Experts reveal Gary Glitter’s signs of deception in new documentary


Experts discuss images of convicted sex offender Gary Glitter shared the several gon the run signs of deception – including vocal changes, stuttering and more. You can watch them analyze a snippet of Speaking Glitter below:

In nine discovery + documentary Gary Glitter: something special, experts dissect archive footage of Glitter – real name Paul Gadd – which was sentenced to 16 years in prison after being convicted of attempted rape, four counts of indecent assault and one of having sex with a girl under ee the age of 13.

In a clip, we see Gadd speaking to the press in Vietnamese court in 2006, after being arrested in 2005 for child sex offenses in the country – several years after his initial conviction for possession child pornography in 1999.

A member of the press asks if he’s sorry for what he did, to which he responds after a short pause: “I didn’t do anything.”

Investigating the clip, body language expert Dr Cliff Lansley saYes: “The initial reaction is almost a reaction of disdain and “Who do you think you are, asking these questions?” As he looks at the interviewer. “

Expert Cliff Lansley.
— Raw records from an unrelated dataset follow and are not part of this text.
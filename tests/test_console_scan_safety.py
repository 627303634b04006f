"""A barcode scanner at the run view, a failed harness proof's findings, a bench left live.

A scanner is a keyboard: it types its label's characters and then Enter.  While a run goes on,
no such key may act as a command or start a run, and the tail of a scan (or a stray key) typed
as the run ends must not become the next serial (common practice on test benches that take
serials by scanner, no published source).  Every run here is a real run on the virtual bench
(pyvisa-py over TCP, pyserial on a pty) into a real SQLite file; the console is checked against
what the store and the bench say.
"""

from __future__ import annotations

import asyncio
import sqlite3
from pathlib import Path

from console_helpers import (
    console_on_bench,
    finish,
    harness_console,
    slow_console,
    start_run,
    stored_run,
    wait_for,
)
from textual.containers import VerticalScroll
from textual.geometry import Region
from textual.widget import Widget
from textual.widgets import Input, Static

from rig.console import ConsoleApp
from rig.console.screens.history import HistoryScreen, RecordScreen
from rig.console.screens.prompt import PromptScreen
from rig.console.screens.run import RunScreen
from rig.console.widgets import StatusPanel
from rig.harness.as_built import BuildFault

SIZE = (120, 40)


def _runs(app: ConsoleApp) -> list[tuple[str, str]]:
    with sqlite3.connect(app.setup.store_path) as db:
        return [(str(r[0]), str(r[1])) for r in db.execute("SELECT serial, status FROM runs")]


def _on_screen(widget: Widget) -> str:
    """The text the widget shows in its region of the terminal (what is cut off is not there)."""
    width, height = widget.outer_size
    return "\n".join(strip.text for strip in widget.render_lines(Region(0, 0, width, height)))


def test_a_label_scanned_during_a_run_neither_stops_it_nor_starts_another(tmp_path: Path) -> None:
    async def scenario() -> None:
        with slow_console(tmp_path) as (app, bench):
            async with app.run_test(size=SIZE) as pilot:
                screen = await start_run(pilot, "HG-RUN1")
                await wait_for(pilot, lambda: bench.state()["outputs_on"] == ["supply"], "power")
                assert screen.running
                await pilot.press(*"hs-77", "enter")  # the scanner: the label, then Enter
                await pilot.pause()
                assert screen.running and app.run_screen is screen
                await finish(pilot, screen)
                assert screen.summary is not None and screen.summary.status == "complete"
                assert app.run_screen is screen  # no second run view was opened
                assert _runs(app) == [("HG-RUN1", "complete")]

    asyncio.run(scenario())


def test_a_stray_key_as_the_run_ends_does_not_enter_the_next_serial(tmp_path: Path) -> None:
    async def scenario() -> None:
        with slow_console(tmp_path) as (app, _bench):
            async with app.run_test(size=SIZE) as pilot:
                screen = await start_run(pilot, "HG-L1")
                await wait_for(pilot, lambda: not screen.running, "the run's verdict")
                await pilot.press("s")  # meant as a stop, a moment too late
                await pilot.pause(getattr(RunScreen, "QUIET_S", 0.0) + 0.5)
                await pilot.press(*"HG-L2", "enter")
                await wait_for(pilot, lambda: app.run_screen is not screen, "the next run")
                following = app.run_screen
                assert following is not None and following.request.serial == "HG-L2"
                await finish(pilot, following)
                assert [serial for serial, _ in _runs(app)] == ["HG-L1", "HG-L2"]

    asyncio.run(scenario())


def test_a_failed_harness_proof_lists_its_findings_in_full(tmp_path: Path) -> None:
    faults = [BuildFault("open", "W2"), BuildFault("swap", "W4", other="W5")]

    async def scenario() -> None:
        with harness_console(tmp_path, faults) as app:
            async with app.run_test(size=SIZE) as pilot:
                screen = await start_run(pilot, "HF-C1")
                await finish(pilot, screen)
                assert screen.summary is not None and screen.summary.status == "complete"
                _, steps = stored_run(app, screen.summary.run_id)
                note = next(s["note"] for s in steps if s["step_id"] == "harness")
                findings = [part for part in note.split("; ") if "isolation" not in part]
                # the faults planted on the bench are named there by their wires
                assert any("W2" in f for f in findings) and any("W4" in f for f in findings)
                pane = screen.query_one("#findings")
                assert pane.display and not screen.query_one("#diagnosis").display
                shown = str(screen.query_one("#findings-text", Static).render())
                for finding in note.split("; "):
                    assert finding in shown  # in full, one a line, wrapped by the pane
                assert "no unit model" not in _on_screen(screen.query_one("#lower"))

    asyncio.run(scenario())


def _read(*widgets: Widget) -> str:
    """What the widgets show, their lines joined and runs of spaces made one: text wrapped
    over lines reads as one string, text cut at an edge does not."""
    return " ".join(" ".join(_on_screen(w).split()) for w in widgets)


def test_the_record_of_a_failed_harness_proof_shows_long_notes_and_remark_in_full(
    tmp_path: Path,
) -> None:
    # a harness proof's findings are its step note, hundreds of characters; the remark may hold
    # 2000 (docs/console.md).  The record (F2, Enter) must show every character of both, wrapped,
    # on a page that scrolls by keys where it is longer than the screen.  Invented remark.
    faults = [BuildFault("open", "W2"), BuildFault("swap", "W4", other="W5")]
    remark = "customer says the lamp flickers over rough roads; " * 5 + "(invented, 250 chars)"

    async def scenario() -> None:
        with harness_console(tmp_path, faults) as app:
            async with app.run_test(size=(100, 20)) as pilot:
                await wait_for(pilot, lambda: len(app.screen_stack) > 1, "the cautions")
                await pilot.press("enter")
                app.screen.query_one("#remark", Input).value = remark
                await pilot.click("#serial")
                await pilot.press(*"HF-R1", "enter")
                await wait_for(pilot, lambda: app.run_screen is not None, "the run view")
                screen = app.run_screen
                assert screen is not None
                await finish(pilot, screen)
                assert screen.summary is not None
                run, steps = stored_run(app, screen.summary.run_id)
                assert run["remark"] == remark.strip()
                note = next(s["note"] for s in steps if s["step_id"] == "harness")
                assert len(note) > 200 and "W2" in note and "W4" in note
                await pilot.press("f2")
                await wait_for(pilot, lambda: isinstance(app.screen, HistoryScreen), "history")
                await pilot.press("enter")
                await wait_for(pilot, lambda: isinstance(app.screen, RecordScreen), "the record")
                await pilot.pause()
                record = app.screen
                shown = _read(*record.query_one(VerticalScroll).children)
                assert f"remark: {remark.strip()}" in shown
                for finding in note.split("; "):
                    assert " ".join(finding.split()) in shown
                # longer than the screen: the keys scroll the whole record to its last line
                page, notes = record.query_one(VerticalScroll), record.query_one("#record-notes")
                assert notes.region.bottom > page.region.bottom  # the last lines out of sight
                await pilot.press("end")
                await wait_for(pilot, lambda: page.scroll_y == page.max_scroll_y, "the end")
                await pilot.pause()
                assert notes.region.bottom <= page.region.bottom

    asyncio.run(scenario())


def test_a_bench_left_live_is_said_before_the_long_reason(tmp_path: Path) -> None:
    async def scenario() -> None:
        with slow_console(tmp_path) as (app, bench):
            app.setup.station.instruments["relay_box"].settings["timeout_ms"] = 200
            async with app.run_test(size=SIZE) as pilot:
                screen = await start_run(pilot, "HG-UNPLUG")
                await wait_for(pilot, lambda: len(screen.results) >= 1, "the first step")
                bench.relay_box.inject_fault("close_pty")  # the relay box's cable pulled
                await finish(pilot, screen)
                assert screen.summary is not None and not screen.summary.safe
                run, _ = stored_run(app, screen.summary.run_id)
                assert "could not make safe" in run["notes"]
                shown = _on_screen(screen.query_one(StatusPanel))
                assert "bench NOT made safe: check relays and supply by hand" in shown
                assert "could not make safe" in shown  # the stored warning, under the verdict

    asyncio.run(scenario())


def test_a_label_scanned_at_a_prompt_neither_answers_it_nor_stops_the_run(tmp_path: Path) -> None:
    async def scenario() -> None:
        with console_on_bench("ntc-sender", tmp_path, "ntc-sender-screen") as (app, bench):
            async with app.run_test(size=SIZE) as pilot:
                screen = await start_run(pilot, "NTC-SCAN1")
                await wait_for(pilot, lambda: isinstance(app.screen, PromptScreen), "the prompt")
                prompt = app.screen
                await pilot.press(*"yns-1", "enter")  # a label with each old answer letter
                await pilot.pause()
                assert app.screen is prompt and screen.running
                assert bench.state()["closed_relays"] == []  # still waiting, bench still safe
                await pilot.press("f6")  # yes, done
                await finish(pilot, screen)
                assert screen.summary is not None and screen.summary.status == "complete"
                _, steps = stored_run(app, screen.summary.run_id)
                assert steps[0]["kind"] == "prompt" and steps[0]["verdict"] == "pass"
                assert _runs(app) == [("NTC-SCAN1", "complete")]

    asyncio.run(scenario())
Credit: discovery +

Linguistics teacher Dawn Archer adds: “We get a 1.5 second pause, and then he comes forward to speak into the mic, so we end up hearing him at a higher volume. “

Examining how Gadd says “I’m innocent” in the clip, Archer continues: “If someone does some level of distancing or tries to underline something, they’ll say ‘No I’m not, I didn’t do anything, II am innocent’.

“He doesn’t do that level of emphasis at all – he does not use contractions. This signals his paradigm of reality; he is someone whose lens on the world believes his actions are not bad. “

Lansley says we see “a little flash of contempt,” explaining, “The corner of the lips on the left hand the side goes up towards the inside of the cheek. This is activated by what we call the buccinator muscular, which is a reliable indicator of contempt. “

Credit: discovery +
Credit: discovery +

In another clip, we see Gadd interviewed by BBC in a Vietnamese jail that same year.

In the video, Gadd is asked if he has ever slept with an underage girl, to which he replied, “Not to my knowledge.”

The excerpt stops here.